Article Text


Original research article
Impact of age on excess risk of coronary heart disease in patients with familial hypercholesterolaemia
  1. Liv J Mundal1,2,
  2. Jannicke Igland3,
  3. Marit B Veierød4,
  4. Kirsten Bjørklund Holven2,5,
  5. Leiv Ose1,2,
  6. Randi Marie Selmer6,
  7. Torbjorn Wisloff6,
  8. Ivar S Kristiansen7,
  9. Grethe S Tell8,
  10. Trond P Leren9,
  11. Kjetil Retterstøl1,2
  1. 1 Department of Endocrinology, Morbid Obesity and Preventive Medicine, Oslo University Hospital, Lipid Clinic, Oslo, Norway
  2. 2 Department of Nutrition, Institute of Basic Medical Sciences, University of Oslo, Oslo, Norway
  3. 3 Department of Global Public Health and Primary Care, University of Bergen, Bergen, Norway
  4. 4 Oslo Centre for Biostatistics and Epidemiology, Department of Biostatistics, Institute of Basic Medical Sciences, University of Oslo, Oslo, Norway
  5. 5 National Advisory Unit for Familial Hypercholesterolemia, Oslo University Hospital, Oslo, Norway
  6. 6 Department of Infectious Disease Epidemiology and Modelling, Norwegian Institute of Public Health, Oslo, Norway
  7. 7 Department of Health Management and Health Economics, University of Oslo, Oslo, Norway
  8. 8 Department of Health Registries, Norwegian Institute of Public Health, Oslo, Norway
  9. 9 Unit for Cardiac and Cardiovascular Genetics, Oslo University Hospital, Oslo, Norway
  1. Correspondence to Prof Kjetil Retterstøl, Department of Nutrition, Institute of Basic Medical Sciences, University of Oslo, Oslo 0317, Norway; kjetil.retterstol{at}


Objective The primary objective was to study the risk of acute myocardial infarction (AMI) and coronary heart disease (CHD) in patients with familial hypercholesterolaemia (FH) and compare with the risk in the general population.
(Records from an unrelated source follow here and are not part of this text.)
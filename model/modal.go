package model

import (
	"cmp"
	"math"
	"slices"
)

// functions are what the temperature of a body that is no product of axes is a sum of.
type functions interface {
	size() int
	// terms gives what acts on the functions in a step; it lies in mem.
	terms(cs *chainStep, mem *slab) terms
	// one fills out with the sum that is 1 everywhere, mean with the volume mean of each function.
	one(out []float64)
	mean(out []float64)
	// values fills out with the functions at a place.
	values(x coord, out []float64)
	// grid fills out with the sum q at all nodes, the last axis fastest.
	grid(nd *nodes, q, out []float64)
	// slice gives the sum q along one axis through a place as polynomials of the axis' base; node as in snapshot.
	slice(nd *nodes, axis int, x coord, node [3]int, q, out []float64)
}

// terms are the equations of a step: mass·q' = -stiff·q + Σ drive[g]·T_g for the sum q, where held leaves it free.
type terms struct {
	mass  []float64   // n
	stiff []float64   // n×n, symmetric, with the films
	drive [][]float64 // by medium, n
	held  []holding
}

// holding binds a sum: v·q is the temperature of a medium, or 0 where there is none (-1).
type holding struct {
	v     []float64 // n
	group int
	share float64 // of the medium's temperature; 1 for the whole
}

// modal is a field as a sum over the modes of the whole body, found anew in every step. It takes any media, as tensor does.
type modal struct {
	fn    functions
	nodes *nodes
	start float64
	means []float64    // by function
	steps []*modalStep // one for each step; of steps that are alike the first again
	known []*modalStep // that were ever made
	first []int        // by step: its first segment
	segs  []modalSeg
	now   modalShot
	mem   *slab // for what lives as long as the field
	tmp   *slab // for what is needed within a call
}

type modalStep struct {
	of     *chainStep
	rate   []float64   // k, 1/s, rising
	modes  []float64   // k×n: row i is mode i as a sum of functions
	mass   []float64   // n
	groups []response  // by medium, as sums of functions
	lag    [][]float64 // by medium: w of its response by mode
}

// alike tells whether two steps have the same modes and responses.
func (cs *chainStep) alike(o *chainStep) bool {
	return cs.props == o.props && slices.Equal(cs.layers, o.layers) && cs.lo == o.lo && cs.up == o.up && len(cs.media) == len(o.media)
}

type modalSeg struct {
	t0, t1 float64
	step   *modalStep
	level  []float64 // by medium, at t0
	slope  []float64 // by medium, K/s
	c      []float64 // what decays, by mode, at t0
}

func newModal(fn functions, nd *nodes, startC float64, mem, tmp *slab) *modal {
	n := fn.size()
	f := &modal{fn: fn, nodes: nd, start: startC, means: mem.take(n), mem: mem, tmp: tmp}
	fn.mean(f.means)
	f.now = modalShot{f: f, q: make([]float64, n), amp: make([]float64, n)}
	return f
}

// run appends one step.
func (f *modal) run(cs *chainStep) {
	var st *modalStep
	for _, old := range f.known {
		if old.of.alike(cs) {
			st = old
			break
		}
	}
	if st == nil {
		st = f.step(cs)
		f.known = append(f.known, st)
	}
	mark := f.tmp.mark()
	q := f.tmp.take(f.fn.size())
	if len(f.segs) == 0 {
		f.fn.one(q)
		for i := range q {
			q[i] *= f.start
		}
	} else {
		last := &f.segs[len(f.segs)-1]
		f.sum(last, last.t1-last.t0, q)
	}
	f.first = append(f.first, len(f.segs))
	f.steps = append(f.steps, st)
	f.segments(cs, st, q)
	f.tmp.back(mark)
}

// pop takes the last step back.
func (f *modal) pop() {
	last := len(f.steps) - 1
	f.segs = f.segs[:f.first[last]]
	f.steps, f.first = f.steps[:last], f.first[:last]
}

// step finds the modes of a step.
func (f *modal) step(cs *chainStep) *modalStep {
	n := f.fn.size()
	mark := f.tmp.mark()
	te := f.fn.terms(cs, f.tmp)
	root := f.tmp.take(n) // the sum times this has a mass of 1
	for i, m := range te.mass {
		root[i] = math.Sqrt(m)
	}
	a := te.stiff
	for i := range root {
		row := a[i*n:][:n]
		for j := range row {
			row[j] /= root[i] * root[j]
		}
	}
	for g := range te.drive {
		for i := range root {
			te.drive[g][i] /= root[i]
		}
	}
	for _, h := range te.held {
		for i := range root {
			h.v[i] /= root[i]
		}
	}
	b := bind(f.tmp, n, a, te.held, len(cs.media))
	r, k := len(te.held), n-len(te.held)
	inner := f.tmp.take(k * k)
	for i := 0; i < k; i++ {
		copy(inner[i*k:][:k], a[(r+i)*n+r:][:k])
	}
	st := &modalStep{of: cs, mass: f.mem.take(n), rate: f.mem.take(k), modes: f.mem.take(k * n)}
	copy(st.mass, te.mass)
	rate, vec := eigen(f.tmp, k, inner)
	for i := range rate {
		st.rate[i] = max(rate[i], 0)
	}
	for i := 0; i < k; i++ {
		row := st.modes[i*n:][:n]
		copy(row[r:], vec[i*k:][:k])
		b.back(row)
		for j := range row {
			row[j] /= root[j]
		}
	}
	y, z := f.tmp.take(n), f.tmp.take(k)
	for g := range cs.media {
		st.respond(f, g, respondTo{te.drive[g], b, a, root, vec, y, z})
	}
	f.tmp.back(mark)
	return st
}

// respondTo is what a response is made of.
type respondTo struct {
	drive []float64
	b     *binding
	a     []float64 // bound
	root  []float64
	vec   []float64 // rows: modes of what is free
	y, z  []float64 // room
}

// respond adds the response to medium g.
func (st *modalStep) respond(f *modal, g int, in respondTo) {
	n, k := len(in.y), len(in.z)
	r := n - k
	res, lag := response{f.mem.take(n), f.mem.take(n)}, f.mem.take(k)
	y := in.y
	copy(y, in.drive)
	in.b.forward(y)
	fixed := in.b.fixed[g] // r: what the medium holds
	for i := range in.z {
		in.z[i] = y[r+i]
		for j, x := range fixed {
			in.z[i] -= in.a[(r+i)*n+j] * x
		}
	}
	clear(y)
	copy(y, fixed)
	free := y[r:]
	for i, rate := range st.rate {
		row := in.vec[i*k:][:k]
		sum := 0.0
		for j, x := range in.z {
			sum += row[j] * x
		}
		if rate <= 0 {
			continue
		}
		s := sum / rate
		lag[i] = s / rate
		for j, x := range row {
			free[j] += s * x
		}
	}
	in.b.back(y)
	for i := range y {
		res.s[i] = y[i] / in.root[i]
	}
	addColumns(res.w, st.modes, n, lag)
	st.groups = append(st.groups, res)
	st.lag = append(st.lag, lag)
}

// binding takes sums apart into what is held, in front, and what is free, by Householder's reflections.
type binding struct {
	v     [][]float64 // the vectors of the reflections, each as long as what it leaves
	fixed [][]float64 // by medium: what it holds, for 1 K; nil where it holds nothing
}

// bind turns the matrix a so that what is held stands in front; the holdings are overwritten.
func bind(mem *slab, n int, a []float64, held []holding, media int) *binding {
	b := &binding{fixed: make([][]float64, media)}
	if len(held) == 0 {
		return b
	}
	for k, h := range held {
		b.forward(h.v)
		x := mem.take(n - k)
		copy(x, h.v[k:])
		rest := 0.0
		for _, c := range x[1:] {
			rest += c * c
		}
		h.v[k] = -math.Copysign(math.Sqrt(x[0]*x[0]+rest), x[0])
		x[0] -= h.v[k]
		scale := math.Sqrt(2 / (x[0]*x[0] + rest))
		for i := range x {
			x[i] *= scale
		}
		b.v = append(b.v, x)
		if h.group >= 0 && b.fixed[h.group] == nil {
			b.fixed[h.group] = mem.take(len(held))
		}
	}
	for g, fixed := range b.fixed { // row by row, as the holdings are a triangle now
		for k := range fixed {
			want := 0.0
			if held[k].group == g {
				want = held[k].share
			}
			for j := 0; j < k; j++ {
				want -= held[k].v[j] * fixed[j]
			}
			fixed[k] = want / held[k].v[k]
		}
	}
	for i := 0; i < n; i++ {
		b.forward(a[i*n:][:n])
	}
	col := mem.take(n)
	for j := 0; j < n; j++ {
		for i := range col {
			col[i] = a[i*n+j]
		}
		b.forward(col)
		for i := range col {
			a[i*n+j] = col[i]
		}
	}
	return b
}

// forward turns a sum so that what is held stands in front.
func (b *binding) forward(y []float64) {
	for _, x := range b.v {
		reflect(x, y[len(y)-len(x):])
	}
}

// back is the inverse of forward.
func (b *binding) back(y []float64) {
	for k := len(b.v) - 1; k >= 0; k-- {
		reflect(b.v[k], y[len(y)-len(b.v[k]):])
	}
}

// reflect applies 1 - x·xᵀ.
func reflect(x, y []float64) {
	dot := 0.0
	for i, c := range x {
		dot += c * y[i]
	}
	for i, c := range x {
		y[i] -= dot * c
	}
}

// segments appends the stretches between the knots of the media; q is the field at the start of the step and is overwritten.
func (f *modal) segments(cs *chainStep, st *modalStep, q []float64) {
	n, k, m := len(q), len(st.rate), len(cs.media)
	t0 := f.endS()
	reads := make([]cursor, m)
	for g := range reads {
		reads[g] = cursor{x: cs.media[g].TimesS, y: cs.media[g].C}
	}
	var last *modalSeg
	for i, from := range cs.knots {
		to := cs.durS
		if i+1 < len(cs.knots) {
			to = min(to, cs.knots[i+1])
		}
		if to <= from && i > 0 {
			break
		}
		sg := modalSeg{t0: t0 + from, t1: t0 + to, step: st, level: f.mem.take(m), slope: f.mem.take(m), c: f.mem.take(k)}
		for g := range reads {
			if sg.level[g] = cs.media[g].at(0); last != nil {
				sg.level[g] = last.level[g] + last.slope[g]*(last.t1-last.t0)
			}
			if len(reads[g].x) > 1 && to > from {
				sg.slope[g] = (reads[g].to(to) - sg.level[g]) / (to - from)
			}
		}
		if last == nil {
			for g, r := range st.groups {
				for j, s := range r.s {
					q[j] -= s*sg.level[g] - r.w[j]*sg.slope[g]
				}
			}
			for j := range q {
				q[j] *= st.mass[j]
			}
			addRows(sg.c, st.modes, n, q)
		} else {
			for j, c := range last.c {
				sg.c[j] = c * math.Exp(-st.rate[j]*(last.t1-last.t0))
			}
			for g := range reads { // the level goes on, the slope changes
				if turn := sg.slope[g] - last.slope[g]; turn != 0 {
					add(sg.c, turn, st.lag[g])
				}
			}
		}
		f.segs = append(f.segs, sg)
		if to >= cs.durS {
			break
		}
		last = &f.segs[len(f.segs)-1]
	}
}

// endS is the end of the last segment.
func (f *modal) endS() float64 {
	if len(f.segs) == 0 {
		return 0
	}
	return f.segs[len(f.segs)-1].t1
}

// sum fills q with the field tau after the start of a segment.
func (f *modal) sum(sg *modalSeg, tau float64, q []float64) {
	st, n := sg.step, len(q)
	clear(q)
	for g, r := range st.groups {
		slope := sg.slope[g]
		add(q, sg.level[g]+slope*tau, r.s)
		if slope != 0 {
			add(q, -slope, r.w)
		}
	}
	amp := f.now.amp[:len(st.rate)]
	keep := decays(st.rate, tau, amp)
	for i, c := range sg.c[:keep] {
		amp[i] *= c
	}
	addColumns(q, st.modes, n, amp[:keep])
}

// segAt finds the segment that holds t; at a change the one before it.
func (f *modal) segAt(t float64) *modalSeg {
	i, _ := slices.BinarySearchFunc(f.segs, t, func(sg modalSeg, t float64) int { return cmp.Compare(sg.t1, t) })
	return &f.segs[min(i, len(f.segs)-1)]
}

func (f *modal) course(x coord, times, out []float64) {
	n := f.fn.size()
	phi, v, e := make([]float64, n), make([]float64, n), make([]float64, n)
	f.fn.values(x, phi)
	var in *modalStep
	var s, w []float64 // by medium, at the place
	dot := func(r []float64) (sum float64) {
		for i, p := range phi {
			sum += p * r[i]
		}
		return sum
	}
	for ti, t := range times {
		sg := f.segAt(t)
		st := sg.step
		if st != in {
			in = st
			v = v[:len(st.rate)]
			clear(v)
			addRows(v, st.modes, n, phi)
			s, w = s[:0], w[:0]
			for _, r := range st.groups {
				s, w = append(s, dot(r.s)), append(w, dot(r.w))
			}
		}
		tau := min(max(t-sg.t0, 0), sg.t1-sg.t0)
		sum := 0.0
		for g, slope := range sg.slope {
			sum += s[g]*(sg.level[g]+slope*tau) - w[g]*slope
		}
		keep := decays(st.rate, tau, e[:len(st.rate)])
		for i, c := range sg.c[:keep] {
			sum += c * e[i] * v[i]
		}
		out[ti] = sum
	}
}

// modalShot is a modal field at one instant.
type modalShot struct {
	f   *modal
	q   []float64 // as a sum of functions
	amp []float64 // room for the modes
}

func (f *modal) at(t float64) snapshot {
	sg := f.segAt(t)
	f.sum(sg, min(max(t-sg.t0, 0), sg.t1-sg.t0), f.now.q)
	return &f.now
}

func (s *modalShot) grid(out []float64) { s.f.fn.grid(s.f.nodes, s.q, out) }

func (s *modalShot) slice(axis int, x coord, node [3]int, out []float64) {
	s.f.fn.slice(s.f.nodes, axis, x, node, s.q, out)
}

func (s *modalShot) mean() float64 {
	sum := 0.0
	for i, m := range s.f.means {
		sum += m * s.q[i]
	}
	return sum
}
Methods Patients with an FH mutation but without prior AMI (n=3071) and without prior CHD (n=2795) were included in the study sample during 2001–2009. We obtained data on all AMI and CHD hospitalisations in Norway. We defined incident cases as first time hospitalisation or out-of-hospital death due to AMI or CHD. We estimated standardised incidence ratios (SIRs) with 95% CIs with indirect standardisation using incidence rates for the total Norwegian population stratified by sex, calendar year and 1 year age groups as reference rates.

Results SIRs for AMI (95% CIs) were highest in the age group 25–39 years; 7.5 (3.7 to 14.9) in men and 13.6 (5.1 to 36.2) in women and decreased with age to 0.9 (0.4 to 2.1) in men and 1.8 (0.9 to 3.7) in women aged 70–79 years. Similarly, SIRs for CHD were highest among patients 25–39 years old; 11.1 (7.1–17.5) in men and 17.3 (9.6–31.2) in women and decreased 2.4 (1.4–4.2) in men and 3.2 (1.5–7.2) in women at age 70–79. For all age groups, combined SIRs for CHD were 4.2 (3.6–5.0) in men and 4.7 (3.9–5.7) in women.

Conclusion Patients with FH are at severely increased risk of AMI and CHD compared with the general population. The highest excess risk was in the youngest group aged 25–39 years, in both sexes.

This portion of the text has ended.